MBA / MS / Grad School · Primly Community

what to do after an MBA if you can't land a job in the field you targeted

laidoff_lena · 4 replies

i did not expect to be writing this post.

I did my MBA specifically to pivot from B2B marketing into product management. Two years of top-15 program, all the APM/product externships I could get, coffee chats, the whole playbook. Graduated in May 2025. It is now June 2026 and I have 14 months of post-MBA job search under my belt. I have not landed a product role.

So let me share what I've actually learned, because most MBA career content is written by people who found jobs.

First: the APM programs everyone tells you to target are insanely competitive. I applied to 23 of them. Got to final rounds at 4, offers at 0. These are often 1-2% acceptance rates with candidate pools entirely made of strong MBA grads from similar programs.

Second: the 'your MBA will open doors' advice is real but incomplete. It opens the right doors only if you interview well and have a compelling pivot narrative. I thought I had a good story. I apparently didn't communicate it as well as I thought.

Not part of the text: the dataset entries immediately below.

import type { JobHandler, JobKind } from './features/jobs/jobs.service.ts';
import { buildPackJob } from './features/packs/packs.jobs.ts';
import { forecastCategoryJob } from './features/plan/plan.jobs.ts';
import { acceptImportJob, readImportJob, withdrawImportJob } from './features/sales/sales.jobs.ts';

/** Who does which kind of job. */
export const jobHandlers: Readonly<Record<JobKind, JobHandler>> = {
  'import.read': readImportJob,
  'import.accept': acceptImportJob,
  'import.withdraw': withdrawImportJob,
  'forecast.category': forecastCategoryJob,
  'pack.build': buildPackJob,
};
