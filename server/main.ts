import { buildApp } from './app.ts';
import { openDatabase } from './lib/database.ts';
import { readEnv } from './lib/env.ts';
import { openLog } from './lib/log.ts';

/** The web process: serves API and client until it is told to stop, then finishes what is in flight. */
const env = readEnv();
const log = openLog(env.logLevel);
const database = openDatabase(env.databaseUrl);
const server = buildApp({ database, env, log }).listen(env.port, env.host, (error) => {
  if (error) {
    log.fatal({ err: error }, 'can’t listen');
    process.exit(1);
  }
  log.info({ port: env.port, host: env.host }, 'serving');
});

let isStopping = false;
function stop(): void {
  if (isStopping) return;
  isStopping = true;
  server.close(() => {
    void database.close().finally(() => process.exit(0));
  });
  server.closeIdleConnections();
  setTimeout(() => {
    server.closeAllConnections();
  }, 8_000).unref();
}
process.on('SIGTERM', stop);
process.on('SIGINT', stop);
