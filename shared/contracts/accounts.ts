import { z } from 'zod';
import { roles } from '../domain/roles.ts';
import { Id, Name } from './primitives.ts';

export const Assignment = z.object({ role: z.enum(roles), categoryId: Id.nullable() });

export const Person = z.object({
  id: Id,
  name: z.string(),
  email: z.string(),
  assignments: z.array(Assignment),
  isDataSteward: z.boolean(),
});
export type Person = z.infer<typeof Person>;

export const Session = z.object({ person: Person, isDemo: z.boolean() });
export type Session = z.infer<typeof Session>;

export const SignIn = z.object({ email: z.string().trim().min(1).max(320), password: z.string().min(1).max(128) });
export type SignIn = z.infer<typeof SignIn>;

/** At least 15 characters, at most 128; no rules on their composition. */
export const NewPassword = z
  .string()
  .min(15, { error: 'must have at least 15 characters' })
  .max(128, { error: 'must have at most 128 characters' });

export const InvitationInfo = z.object({
  kind: z.enum(['first-administrator', 'invitation']),
  name: z.string().nullable(),
  email: z.string().nullable(),
});
export type InvitationInfo = z.infer<typeof InvitationInfo>;

export const AcceptInvitation = z.object({ name: Name, email: z.email(), password: NewPassword });
export type AcceptInvitation = z.infer<typeof AcceptInvitation>;
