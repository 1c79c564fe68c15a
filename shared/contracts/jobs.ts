import { z } from 'zod';
import { Id, Instant } from './primitives.ts';

/** Work in the background. `progress` runs from 0 to 1; `message` is a key of the client's texts with its values. */
export const Job = z.object({
  id: Id,
  kind: z.enum(['import.read', 'import.accept', 'import.withdraw', 'forecast.category', 'pack.build']),
  state: z.enum(['queued', 'running', 'done', 'failed']),
  progress: z.number().min(0).max(1),
  message: z.object({ key: z.string(), values: z.record(z.string(), z.union([z.string(), z.number()])) }).nullable(),
  /** What it made: e.g. `{ packId: 3 }`. */
  result: z.record(z.string(), z.unknown()).nullable(),
  problem: z.object({ type: z.string(), detail: z.string() }).nullable(),
  startedAt: Instant.nullable(),
  endedAt: Instant.nullable(),
});
export type Job = z.infer<typeof Job>;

What I've done instead: I took a senior marketing strategy role at a startup that didn't require the MBA bump. It pays less than I wanted, but it has real product surface area. I'm building a case for an internal move in 12 months.

Things that have actually helped: Being really honest with myself about my interview performance, not just blaming the market Finding companies where marketing and product overlap (PLG companies, consumer tech) Targeting roles with 'marketing manager, product' or 'growth strategist' in the title as stepping stones Not catastrophizing. the MBA is not wasted. it opened the door to this role and the network is still warm.

If you're in this situation: don't try to land the dream pivot role in one move. Try to get closer. Work your way there.

4 replies

apm_aisha

This is really honest and I appreciate you sharing it. I'm a current APM and a lot of the MBAs I've seen in interviews struggle to articulate WHY product specifically, not just what PM is. The 'I want to own the product' answer is not enough. We're looking for people who've already been doing product-adjacent work and can point to specific decisions they influenced.

laidoff_lena

Yeah, in retrospect I was describing the job title, not demonstrating the mindset. That distinction took me way longer to understand than it should have.

jordan_pm

Honest post. I've seen a lot of MBA grads come into PM interviews and basically interview for the concept of being a PM without showing they've done the work. The ones who succeed usually have a very specific product failure story they own. Not a success. A failure with a lesson.

recruiter_rita

On the market side: 2025-2026 has genuinely been one of the harder windows for MBA-to-PM transitions I've seen in a decade. Headcount is still compressed. I'd be gentler with yourself about the timing. You're not just competing with your cohort. Everyone is compressed into fewer open reqs.